As above however in a few years children/teenagers will have to stay in schooling till 18 under the new laws brought out, but thats got another 2/3 years yet I think.


----------



## bky

When they say college they mean something more like what you'd call high school. In North America college= university or similar post-public education. In North America you have elementary, middle (or junior high) and high school, elsewhere (here, and the UK, probably Australia too), it's primary, and so on as pp said. :)
It is a bit of a different system, but mostly different names.


----------



## Lucy22

Most people think Ireland and UK are the same but we have completely different education systems. :dohh:

Primary school is attended from ages 5-12.

Aged 12, kids start secondary school. They finish secondary school after another 6yrs, usually aged 18.

Based on the results of their Final State Exams, taken aged 18, students apply to university. Places aren't guaranteed, its quite difficult to get into university/college.

Teenagers can get a part time job aged 16, but can only work for a certain amount of hours till the age of 18.

Our University system is ridiculous - This year, 77,000 students applied to College/University. There are only 60,000 places. So many kids will lose out because the system is so difficult to break in to.

I'm 22 and I just finished uni this year. It was near impossible at times but I'm glad I've made the effort, even though the hassle of going when I had a LO was sometimes more trouble than its worth.

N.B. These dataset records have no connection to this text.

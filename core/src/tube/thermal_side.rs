//! The same for a thermally perfect gas.

use super::proven_root::{newton, polished};
use crate::gas::isentropic_change::{Change, Pressure, Speed};
use crate::gas::{Gamma, HeatCapacity, ThermallyPerfectGas, molar_gas_constant};
use crate::number::{Ball, Dual, Elementary, Positive, Semifield};

/// Newton steps without proof, at most: about five are taken.
const PLAIN_STEPS: u32 = 40;
/// Newton steps with proof, at most.
const STEPS: u32 = 4;
/// 2⁻⁴⁶: what the plain solution is nearly always good to.
const REACH: f64 = f64::from_bits((1023 - 46) << 52);

/// A thermally perfect gas of known temperature.
#[derive(Clone, Copy, Debug)]
pub(super) struct ThermalSide<'a> {
    heat_capacity: &'a HeatCapacity<Ball>,
    /// T, K.
    temperature: Ball,
    /// The range of T.
    range: usize,
    /// R/W, J/(kg K).
    gas_constant: Ball,
}

impl<'a> ThermalSide<'a> {
    /// The gas at a temperature, with its full heat capacity.
    pub fn new(gas: &'a ThermallyPerfectGas<'_>, temperature: Ball) -> Self {
        let heat_capacity = gas.heat_capacity();
        let gas_constant = molar_gas_constant::<Ball>() / gas.molar_mass();
        Self { heat_capacity, temperature, range: heat_capacity.index_at(temperature.side()), gas_constant }.in_range()
    }

    /// With an unknown temperature if it is not proven to lie in its range: no one polynomial is that of the gas then.
    fn in_range(self) -> Self {
        let is_proven = self.heat_capacity.within_ends(self.range, self.temperature.enclosure()) == [true, true];
        if is_proven { self } else { Self { temperature: Ball::UNKNOWN, ..self } }
    }

    /// T, K.
    pub fn temperature(&self) -> Ball {
        self.temperature
    }

    /// The same with another ball for the temperature, in the same range.
    pub fn with_temperature(self, temperature: Ball) -> Self {
        Self { temperature, ..self }.in_range()
    }

    /// `c_p`/R at T.
    fn capacity(&self) -> Ball {
        self.heat_capacity.value(self.range, self.temperature)
    }

    /// γ at T: γ − 1 = 1/(c − 1).
    pub fn gamma(&self) -> Gamma<Ball> {
        Gamma { d: Ball::whole(1), q: self.capacity() - Ball::whole(1) }
    }

    /// a, m/s.
    pub fn sound_speed(&self) -> Ball {
        (self.gamma().value() * self.gas_constant * self.temperature).sqrt()
    }

    /// The gas at T(1 + x).
    fn at(&self, excess: Ball, range: usize) -> Self {
        Self { temperature: self.temperature + self.temperature * excess, range, ..*self }
    }

    /// The change of the gas speed, m/s: see [`ContactSide::speed`](super::side::ContactSide::speed).
    pub fn speed(&self, excess: Dual<Ball, 1>, is_shock: bool) -> Dual<Ball, 1> {
        let unknown = || Dual::with_slopes(Ball::UNKNOWN, [Ball::UNKNOWN]);
        if is_shock {
            self.shocked(excess.value()).map_or_else(unknown, |hotter| self.shock_speed(excess, hotter))
        } else {
            self.expansion_speed(excess).unwrap_or_else(unknown)
        }
    }

    /// x = T′/T − 1 behind a shock that changes the pressure by the factor 1 + y. Mass, momentum and energy leave
    ///
    /// > G(x) = x(2c̄(1 + y) − y) − y(2 + y) = 0
    ///
    /// (Hugoniot), with c̄ the mean heat capacity between T and T′. Since (c̄x)′ = c(T′) > 1 its slope 2(1 + y)c − y exceeds (1 + y)(2c − 1): between joints G
    /// increases, and the root is the only one if it is farther from each joint than the jump of the enthalpy there makes up for; otherwise nothing is said.
    fn shocked(&self, y: Ball) -> Option<Change> {
        let one = Ball::whole(1);
        let Self { heat_capacity, temperature, range, .. } = *self;
        let residual = |x: Ball, to| {
            let mean = heat_capacity.mean(range, temperature, x, to);
            x * ((mean * (one + y)).doubled() - y) - y * (Ball::whole(2) + y)
        };
        let slope = |x: Ball, to| (heat_capacity.value(to, temperature + temperature * x) * (one + y)).doubled() - y;
        let mut x = {
            let (y, c) = (y.nearest(), self.capacity().nearest());
            y * (2.0 + y) / (2.0 * c * (1.0 + y) - y)
        };
        let end = |x: f64| heat_capacity.index_at(temperature.nearest() * (1.0 + x));
        for _ in 0..PLAIN_STEPS {
            let to = end(x);
            let step = residual(Ball::from(x), to).nearest() / slope(Ball::from(x), to).nearest();
            x -= step;
            // Newton's next step would be its square. What is not a number ends here too.
            if step.abs() <= 1e-9 * x.abs() || step.is_nan() {
                break;
            }
        }
        let to = end(x);
        let mut wanted = 0.0;
        for step in 0..STEPS {
            let at = Ball::from(x);
            let reach = (x.abs() * REACH).max(wanted);
            let correction = residual(at, to) / slope(at.widened(reach), to);
            let found = at - correction;
            if correction.magnitude() < reach && (step > 0 || found.radius() < 1e-22 * x.abs()) {
                return self.is_alone(found, to).then_some(Change { excess: found, to });
            }
            wanted = 4.0 * correction.magnitude();
            if wanted.is_nan() || wanted >= 0.1 * x.abs() {
                return None;
            }
            x = found.nearest();
        }
        None
    }

    /// Whether T(1 + x) is proven to lie in this range and so far from every joint that no jump of the enthalpy hides another solution.
    fn is_alone(&self, excess: Ball, range: usize) -> bool {
        let behind = self.at(excess, range).temperature;
        // The slope in K is at least (1 + y)(2c − 1) > 1 + y, a jump counts 2(1 + y) times.
        let far = |joint: f64| {
            let over = (behind - Ball::from(joint)).enclosure();
            over.low().abs().min(over.high().abs()) > 2.5 * self.heat_capacity.jumps()
        };
        self.heat_capacity.within_ends(range, behind.enclosure()) == [true, true] && self.heat_capacity.joints().all(far)
    }

    /// The change of speed across a shock, √((R T/W) y(y − x)/(1 + y)), with its slope by the implicit function rule on G.
    fn shock_speed(&self, y: Dual<Ball, 1>, Change { excess, to }: Change) -> Dual<Ball, 1> {
        let (one, value) = (Ball::whole(1), y.value());
        let Self { heat_capacity, temperature, range, gas_constant } = *self;
        let mean = heat_capacity.mean(range, temperature, excess, to);
        let by_pressure = excess * (mean.doubled() - one) - (one + value).doubled();
        let by_excess = (heat_capacity.value(to, temperature + temperature * excess) * (one + value)).doubled() - value;
        let x = Dual::with_slopes(excess, y.slopes().map(|slope| -(by_pressure / by_excess) * slope));
        let square = y * (y - x) / (Dual::whole(1) + y);
        (Dual::constant(gas_constant * temperature) * square).sqrt()
    }

    /// The isentropic change by the factor 1 + y, where it is told apart from all others.
    fn expanded(&self, y: Ball) -> Option<Change> {
        match self.heat_capacity.changed_by::<Pressure>(self.range, self.temperature, y * y.log1p_ratio()) {
            [Some(change), None] => Some(change),
            _ => None,
        }
    }

    /// The change of speed across an expansion, ∫ dh/a, whose slope is a/γ/(1 + y).
    fn expansion_speed(&self, y: Dual<Ball, 1>) -> Option<Dual<Ball, 1>> {
        let Change { excess, to } = self.expanded(y.value())?;
        let after = self.at(excess, to);
        let unit = self.gas_constant.sqrt();
        let speed = unit * self.heat_capacity.speed_rise(self.range, self.temperature, excess, to);
        let slope = after.sound_speed() / after.gamma().value() / (Ball::whole(1) + y.value());
        Some(Dual::with_slopes(speed, y.slopes().map(|own| own * slope)))
    }

    /// The gas after an isentropic change by which its speed in a simple wave changes so much (m/s; negative in an expansion), and ln(p′/p).
    pub fn slowed_by(&self, speed: Ball) -> Option<(Self, Ball)> {
        let rise = speed / self.gas_constant.sqrt();
        let [Some(Change { excess, to }), None] = self.heat_capacity.changed_by::<Speed>(self.range, self.temperature, rise) else {
            return None;
        };
        Some((self.at(excess, to), self.heat_capacity.entropy_rise(self.range, self.temperature, excess, to)))
    }

    /// The speed that an expansion to a lower temperature (K) gives the gas, m/s.
    pub fn expanded_to(&self, temperature: f64) -> Ball {
        let excess = (Ball::from(temperature) - self.temperature) / self.temperature;
        let rise = self.heat_capacity.speed_rise(self.range, self.temperature, excess, self.heat_capacity.index_at(temperature));
        -(self.gas_constant.sqrt() * rise)
    }

    /// The speed of a shock relative to the gas ahead, (R T/W) y/Δu by momentum, and the gas behind it.
    pub fn behind_shock(&self, y: Ball) -> Option<(Ball, Self)> {
        let change = self.shocked(y)?;
        let speed = self.shock_speed(Dual::constant(y), change).value();
        Some((self.gas_constant * self.temperature * y / speed, self.at(change.excess, change.to)))
    }

    /// See [`ContactSide::stopped`](super::side::ContactSide::stopped).
    pub fn stopped(&self, speed: Ball) -> Option<Ball> {
        let lacking = |y: Dual<Ball, 1>| self.speed(y, true) - Dual::constant(speed);
        // As with constant heat capacity.
        let gamma = self.gamma().value().nearest();
        let s = (gamma + 1.0) * speed.nearest() / (4.0 * self.sound_speed().nearest());
        let start = 2.0 * gamma / (gamma + 1.0) * 2.0 * s * (s + libm::sqrt(1.0 + s * s));
        Some(Ball::whole(1) + newton(lacking, polished(lacking, start))?)
    }

    /// See [`ContactSide::expanded_twice`](super::side::ContactSide::expanded_twice).
    pub fn expanded_twice(&self, y: Ball) -> Option<Ball> {
        let Change { excess, to } = self.expanded(y)?;
        let speed = self.heat_capacity.speed_rise(self.range, self.temperature, excess, to);
        let [Some(twice), None] = self.heat_capacity.changed_by::<Speed>(self.range, self.temperature, speed.doubled()) else {
            return None;
        };
        Some(self.heat_capacity.entropy_rise(self.range, self.temperature, twice.excess, twice.to).exp())
    }
}

#[cfg(test)]
#[path = "thermal_side_tests.rs"]
mod tests;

Our recession is so bad that most of my friends have emigrated to Australia and Canada. 
I wish I could do the same :rofl:

Just thought I'd share that :flow:


----------



## Strawberrymum

In nz they have primary school from 5-10 then intermediate school for 2 years then high school till 18 you can't drop out without parental permission till 16.


----------



## amie-leigh

scotland is different from the rest of the uk i think 
here we can leave school at 16 which is after our 4th year of secondary school or we can do another 2 years of secondary school 
some will leave at 16 and go on to college some will get jobs, i left at 16 and got a job


----------



## justlove

my daughter has to stay in school now until she is 18, her cousin who is a year above her can leave when she is 16 as she just missed out on the new changed in education system. Not sure how its all going to work as yet and what courses the schools will offer as my daughter originally wanted to goto college for more qualifications that school dont offer to work towards business degree


----------



## punk_pig

justlove said:


> my daughter has to stay in school now until she is 18, her cousin who is a year above her can leave when she is 16 as she just missed out on the new changed in education system. Not sure how its all going to work as yet and what courses the schools will offer as my daughter originally wanted to goto college for more qualifications that school dont offer to work towards business degree

Oh I didn't realise they had to be school based, I thought it was just they had to be in some kind of full time education or training! What you miss when you have a baby eh? And I work in Eduvation too...


----------



## justlove

punk_pig said:


> justlove said:
> 
> 
> my daughter has to stay in school now until she is 18, her cousin who is a year above her can leave when she is 16 as she just missed out on the new changed in education system. Not sure how its all going to work as yet and what courses the schools will offer as my daughter originally wanted to goto college for more qualifications that school dont offer to work towards business degree
> 
> Oh I didn't realise they had to be school based, I thought it was just they had to be in some kind of full time education or training! What you miss when you have a baby eh? And I work in Eduvation too...Click to expand...

Its me with the baby brain as you are right it does have to be in some kind of education or training, which will make my daughter happy as she wants to leave school at 16 to goto college, we have had no information other than they have to stay now until 18.


----------



## angelae36

punk_pig said:


> justlove said:
> 
> 
> my daughter has to stay in school now until she is 18, her cousin who is a year above her can leave when she is 16 as she just missed out on the new changed in education system. Not sure how its all going to work as yet and what courses the schools will offer as my daughter originally wanted to goto college for more qualifications that school dont offer to work towards business degree
> 
> Oh I didn't realise they had to be school based, I thought it was just they had to be in some kind of full time education or training! What you miss when you have a baby eh? And I work in Eduvation too...Click to expand...

The kids who start year 10 in September all have to stay in some kind of education until they are 18. This can be in the form of traditional A levels, a college btec type course or an apprenticeship/training. They do not have to stay at the school they took their gcse's in just in some form of education.


----------